*Instructions for the task:*
Please copy out the entries until you have copied the line that contains "line. From the", beginning with the first line.

*Source data:*
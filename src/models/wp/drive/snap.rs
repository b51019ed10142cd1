//! The rest of a drive from one snap: the drive table values a possession
//! at its start, which cannot tell 1st & 10 from 4th & 12 at the same yard
//! line. From the fit's own snaps this reads, per (how the offense plays,
//! 10-yard field zone, down and distance class, trailing side's timeouts
//! class), how the possession the snap belongs to ended — the same
//! outcomes the drive model counts (margin change up to the next
//! possession, who has the ball next and where, clock taken, timeouts
//! used) — and values a snap as the drive table one possession on.

use super::{
    count, mode, outcomes, shrink, to_class, DriveTable, Mode, Outcome, NMODE, NTO, STEP_SECS, ZONE_AT,
};
use super::overtime::{OvertimeTable, Phase};
use crate::plays::Plays;
use serde::{Deserialize, Serialize};

/// Lower bounds of the 10-yard zones a snap is counted in.
const SNAP_ZONES: usize = 10;
/// Down and distance classes: 1st; 2nd and 1-5, 6+; 3rd and 1-2, 3-6, 7+;
/// 4th and 1-2, 3+.
const NDOWN: usize = 8;
/// Snaps a late mode's own counts weigh as much as (shrinkage toward all
/// the cell's snaps).
const SHRINK_SNAPS: f64 = 100.0;

fn down_class(down: i32, to_go: i32) -> Option<usize> {
    Some(match (down, to_go) {
        (1, _) => 0,
        (2, ..=5) => 1,
        (2, _) => 2,
        (3, ..=2) => 3,
        (3, 3..=6) => 4,
        (3, _) => 5,
        (4, ..=2) => 6,
        (4, _) => 7,
        _ => return None,
    })
}

fn snap_zone(ball_on: i32) -> usize {
    (ball_on.max(0) / 10).min(SNAP_ZONES as i32 - 1) as usize
}

fn cell(mode: Mode, zone: usize, down: usize, class: usize) -> usize {
    ((mode as usize * SNAP_ZONES + zone) * NDOWN + down) * NTO + class
}

/// A snap as `SnapParams::value` reads it, from the offense's side.
#[derive(Debug, Clone, Copy, PartialEq)]
pub struct Snap {
    pub margin: f64,
    /// Seconds left in regulation.
    pub secs: f64,
    pub ball_on: i32,
    pub down: i32,
    pub to_go: i32,
    pub off_to: i32,
    pub def_to: i32,
}

/// Outcome shares of (mode, zone, down class, timeouts class) cells.
#[derive(Debug, Clone, Default, PartialEq, Serialize, Deserialize)]
pub struct SnapParams {
    pub cells: Vec<Vec<Outcome>>,
    /// Snaps counted.
    pub snaps: usize,
}

/// One snap's rest of the drive (before counting), as `super::Drive`.
fn rests(plays: &Plays, rows: &[u32]) -> Vec<(usize, usize, super::Drive)> {
    let mut in_rows = vec![false; plays.len()];
    for &r in rows {
        in_rows[r as usize] = true;
    }
    let mut out = Vec::new();
    for g in &plays.games {
        // The next possession's first snap with a down, walking backward.
        let mut next: Option<usize> = None;
        let mut cur_start: Option<usize> = None;
        for i in (g.start..g.end).rev() {
            if plays.down[i] <= 0 {
                continue;
            }
            if let Some(s) = cur_start {
                if plays.drive[s] != plays.drive[i] {
                    next = Some(s);
                }
            }
            cur_start = Some(i);
            let Some(j) = next else { continue };
            if !in_rows[i] || !in_rows[j] || plays.period[j] > 4 || plays.half(i) != plays.half(j) {
                continue;
            }
            let Some(dc) = down_class(plays.down[i], plays.to_go[i]) else { continue };
            out.push((snap_zone(plays.ball_on[i]), dc, super::Drive::between(plays, i, j)));
        }
    }
    out
}

impl SnapParams {
    /// Estimated from the snaps among `rows` whose possession another of
    /// the same half follows.
    pub fn estimate(plays: &Plays, rows: &[u32]) -> SnapParams {
        let all = rests(plays, rows);
        let mut cells = vec![Vec::new(); NMODE * SNAP_ZONES * NDOWN * NTO];
        for z in 0..SNAP_ZONES {
            for dc in 0..NDOWN {
                let here = || all.iter().filter(|r| r.0 == z && r.1 == dc).map(|r| &r.2);
                let (base, nb) = count(here());
                if nb == 0.0 {
                    continue;
                }
                let (rest, nr) = count(here().filter(|d| d.mode == Mode::Other));
                let other = outcomes(if nr > 0.0 { &rest } else { &base });
                for c in 0..NTO {
                    cells[cell(Mode::Other, z, dc, c)] = other.clone();
                }
                for md in [Mode::Trail, Mode::Lead, Mode::Tie] {
                    let (own, n) = count(here().filter(|d| d.mode == md));
                    let pooled = shrink_by(&own, n, &base);
                    for c in 0..NTO {
                        let (own_c, n_c) =
                            count(here().filter(|d| d.mode == md && to_class(md, d.off_to, d.def_to) == c));
                        cells[cell(md, z, dc, c)] = outcomes(&shrink_by(&own_c, n_c, &pooled));
                    }
                }
            }
        }
        SnapParams { cells, snaps: all.len() }
    }

    /// P(the offense wins) from `snap`: its cell's outcomes, each valued by
    /// `table` at the next possession; `None` when its cell has no snaps.
    pub fn value(&self, table: &DriveTable, snap: &Snap) -> Option<f64> {
        let Snap { margin, secs, ball_on, down, to_go, off_to, def_to } = *snap;
        let dc = down_class(down, to_go)?;
        let (a, b) = (off_to.clamp(0, 3), def_to.clamp(0, 3));
        let md = mode(secs.round() as i32, margin.round() as i32);
        let c = to_class(md, a as usize, b as usize);
        // Between the centres of the two nearest zones (5, 15, .. 95):
        // held out by season (seeds 101 / 202), the distance to the oracle
        // 0.00639 / 0.00645 with one zone's value, 0.00636 / 0.00641.
        let (z0, f) = zones(ball_on);
        let v0 = list_value(table, &self.cells[cell(md, z0, dc, c)], margin, secs, a, b)?;
        let v1 = list_value(table, &self.cells[cell(md, z0 + 1, dc, c)], margin, secs, a, b).unwrap_or(v0);
        Some((1.0 - f) * v0 + f * v1)
    }

    /// P(the offense wins) in overtime from a snap with `secs` left in the
    /// period, in `phase` under `table`'s rules: the cell of the rest of
    /// the game (the overtime table plays possessions as those), each
    /// outcome played on by the table; `None` when the cell has no snaps.
    pub fn overtime_value(&self, table: &OvertimeTable, phase: Phase, secs: f64, snap: &Snap) -> Option<f64> {
        let dc = down_class(snap.down, snap.to_go)?;
        let (z0, f) = zones(snap.ball_on);
        let on = f64::from(snap.ball_on);
        let list = |z: usize| {
            let l = &self.cells[cell(Mode::Other, z, dc, 0)];
            (!l.is_empty()).then(|| table.after(phase, secs, on, l))
        };
        let v0 = list(z0)?;
        let v1 = list(z0 + 1).unwrap_or(v0);
        Some((1.0 - f) * v0 + f * v1)
    }
}

/// The zone whose centre (5, 15, .. 95) is at or before `ball_on`, and
/// how far `ball_on` is toward the next one's (0-1).
fn zones(ball_on: i32) -> (usize, f64) {
    let x = ((f64::from(ball_on) - 5.0) / 10.0).clamp(0.0, (SNAP_ZONES - 1) as f64);
    let z0 = (x.floor() as usize).min(SNAP_ZONES - 2);
    (z0, x - z0 as f64)
}

/// P(the offense wins) over one cell's outcomes `list` (`None` if empty)
/// with `margin`, `secs` left and the timeouts `a` and `b` of the offense
/// and the defense.
fn list_value(table: &DriveTable, list: &[Outcome], margin: f64, secs: f64, a: i32, b: i32) -> Option<f64> {
    if list.is_empty() {
        return None;
    }
    let end = |m: f64| {
        if m > 0.0 {
            1.0
        } else if m < 0.0 {
            0.0
        } else {
            0.5
        }
    };
    let mut p = 0.0;
    for o in list {
        let after = margin + f64::from(o.swing);
        let took = f64::from(o.steps) * f64::from(STEP_SECS);
        let (a2, b2) = ((a - i32::from(o.off_used)).max(0), (b - i32::from(o.def_used)).max(0));
        let at = ZONE_AT[o.zone as usize];
        let v = if took > secs {
            let f = secs / took;
            f * end(after) + (1.0 - f) * end(margin)
        } else if o.keep {
            table.value(after, secs - took, at, a2, b2)
        } else {
            1.0 - table.value(-after, secs - took, at, b2, a2)
        };
        p += o.share * v;
    }
    Some(p.clamp(0.0, 1.0))
}

/// `shrink` with the snaps' own weight.
fn shrink_by(own: &super::Shares, n: f64, prior: &super::Shares) -> super::Shares {
    shrink(own, n * super::SHRINK_DRIVES / SHRINK_SNAPS, prior)
}


#[cfg(test)]
mod tests;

*The answer:*
filename src/models/wp/drive/snap.rs
repository b51019ed10142cd1
//! The rest of a drive from one snap: the drive table values a possession
//! at its start, which cannot tell 1st & 10 from 4th & 12 at the same yard
//! line. From the fit's own snaps this reads, per (how the offense plays,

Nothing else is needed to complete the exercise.